◆ **Collected data**
........

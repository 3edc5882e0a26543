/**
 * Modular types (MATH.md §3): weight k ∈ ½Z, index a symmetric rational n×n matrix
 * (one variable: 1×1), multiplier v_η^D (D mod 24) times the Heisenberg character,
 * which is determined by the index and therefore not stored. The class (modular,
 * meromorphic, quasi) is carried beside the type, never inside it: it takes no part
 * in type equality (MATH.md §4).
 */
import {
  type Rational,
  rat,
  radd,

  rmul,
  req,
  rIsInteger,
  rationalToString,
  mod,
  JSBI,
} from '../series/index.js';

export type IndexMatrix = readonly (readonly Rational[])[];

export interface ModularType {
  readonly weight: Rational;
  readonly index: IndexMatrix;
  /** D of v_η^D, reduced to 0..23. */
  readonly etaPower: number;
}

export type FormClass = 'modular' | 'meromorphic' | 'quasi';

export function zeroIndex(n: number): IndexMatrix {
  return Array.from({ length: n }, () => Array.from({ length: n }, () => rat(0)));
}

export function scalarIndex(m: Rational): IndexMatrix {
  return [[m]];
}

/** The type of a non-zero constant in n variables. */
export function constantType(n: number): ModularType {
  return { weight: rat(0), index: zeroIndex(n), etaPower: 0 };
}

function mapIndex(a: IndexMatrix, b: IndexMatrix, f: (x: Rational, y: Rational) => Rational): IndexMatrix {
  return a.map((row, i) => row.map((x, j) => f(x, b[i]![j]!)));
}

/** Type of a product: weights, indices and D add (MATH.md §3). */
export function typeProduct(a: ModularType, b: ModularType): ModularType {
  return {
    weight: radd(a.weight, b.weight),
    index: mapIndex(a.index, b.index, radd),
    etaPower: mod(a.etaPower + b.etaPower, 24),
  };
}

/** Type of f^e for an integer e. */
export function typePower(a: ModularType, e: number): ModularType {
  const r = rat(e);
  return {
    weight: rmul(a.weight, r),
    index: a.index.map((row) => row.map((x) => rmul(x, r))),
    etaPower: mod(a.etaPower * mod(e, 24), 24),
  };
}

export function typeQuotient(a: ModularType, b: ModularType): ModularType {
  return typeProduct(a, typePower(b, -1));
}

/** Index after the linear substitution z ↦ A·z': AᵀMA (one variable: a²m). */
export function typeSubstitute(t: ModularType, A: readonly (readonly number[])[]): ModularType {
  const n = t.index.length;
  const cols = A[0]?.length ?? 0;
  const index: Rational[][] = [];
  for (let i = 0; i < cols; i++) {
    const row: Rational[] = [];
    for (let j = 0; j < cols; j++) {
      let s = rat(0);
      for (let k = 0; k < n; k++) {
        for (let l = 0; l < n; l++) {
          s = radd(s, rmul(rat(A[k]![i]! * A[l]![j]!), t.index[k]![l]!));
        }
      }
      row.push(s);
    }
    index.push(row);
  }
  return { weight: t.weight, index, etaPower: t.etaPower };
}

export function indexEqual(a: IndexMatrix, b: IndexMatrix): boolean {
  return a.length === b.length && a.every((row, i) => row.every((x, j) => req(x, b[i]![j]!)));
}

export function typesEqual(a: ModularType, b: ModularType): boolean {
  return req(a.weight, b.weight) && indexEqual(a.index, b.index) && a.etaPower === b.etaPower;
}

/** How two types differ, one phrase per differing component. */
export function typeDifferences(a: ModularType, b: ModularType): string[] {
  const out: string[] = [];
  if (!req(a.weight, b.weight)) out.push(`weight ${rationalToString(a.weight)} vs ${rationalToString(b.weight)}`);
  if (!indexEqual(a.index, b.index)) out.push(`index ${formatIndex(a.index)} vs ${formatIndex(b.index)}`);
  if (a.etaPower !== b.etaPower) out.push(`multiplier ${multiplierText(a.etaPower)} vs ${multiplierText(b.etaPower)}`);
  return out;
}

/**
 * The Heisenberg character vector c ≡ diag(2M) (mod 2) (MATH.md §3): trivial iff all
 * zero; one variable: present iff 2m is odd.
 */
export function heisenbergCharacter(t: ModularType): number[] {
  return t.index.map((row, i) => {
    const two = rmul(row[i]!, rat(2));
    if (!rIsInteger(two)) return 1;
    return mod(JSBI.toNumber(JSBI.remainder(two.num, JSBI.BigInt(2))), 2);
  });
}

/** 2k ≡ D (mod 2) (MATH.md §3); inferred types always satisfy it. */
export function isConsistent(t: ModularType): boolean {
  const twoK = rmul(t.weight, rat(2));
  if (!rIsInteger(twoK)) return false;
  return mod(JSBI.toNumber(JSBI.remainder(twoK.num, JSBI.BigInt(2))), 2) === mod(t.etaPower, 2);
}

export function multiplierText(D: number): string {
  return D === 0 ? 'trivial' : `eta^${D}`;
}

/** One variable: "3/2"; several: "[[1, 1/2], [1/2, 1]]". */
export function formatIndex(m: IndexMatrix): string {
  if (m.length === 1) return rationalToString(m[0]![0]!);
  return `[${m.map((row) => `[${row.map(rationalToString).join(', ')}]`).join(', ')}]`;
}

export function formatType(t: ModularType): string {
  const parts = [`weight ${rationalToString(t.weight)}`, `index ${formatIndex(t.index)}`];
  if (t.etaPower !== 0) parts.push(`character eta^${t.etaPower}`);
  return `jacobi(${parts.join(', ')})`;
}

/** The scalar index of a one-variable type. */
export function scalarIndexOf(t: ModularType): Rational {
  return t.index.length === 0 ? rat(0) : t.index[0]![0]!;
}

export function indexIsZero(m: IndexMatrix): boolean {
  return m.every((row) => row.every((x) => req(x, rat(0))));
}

........

Return only the part of the records above that opens with the line containing "index: a.index.map((row) =>" and closes with the line containing "return a.length === b.length", ends included.

    index: a.index.map((row) => row.map((x) => rmul(x, r))),
    etaPower: mod(a.etaPower * mod(e, 24), 24),
  };
}

export function typeQuotient(a: ModularType, b: ModularType): ModularType {
  return typeProduct(a, typePower(b, -1));
}

/** Index after the linear substitution z ↦ A·z': AᵀMA (one variable: a²m). */
export function typeSubstitute(t: ModularType, A: readonly (readonly number[])[]): ModularType {
  const n = t.index.length;
  const cols = A[0]?.length ?? 0;
  const index: Rational[][] = [];
  for (let i = 0; i < cols; i++) {
    const row: Rational[] = [];
    for (let j = 0; j < cols; j++) {
      let s = rat(0);
      for (let k = 0; k < n; k++) {
        for (let l = 0; l < n; l++) {
          s = radd(s, rmul(rat(A[k]![i]! * A[l]![j]!), t.index[k]![l]!));
        }
      }
      row.push(s);
    }
    index.push(row);
  }
  return { weight: t.weight, index, etaPower: t.etaPower };
}

export function indexEqual(a: IndexMatrix, b: IndexMatrix): boolean {
  return a.length === b.length && a.every((row, i) => row.every((x, j) => req(x, b[i]![j]!)));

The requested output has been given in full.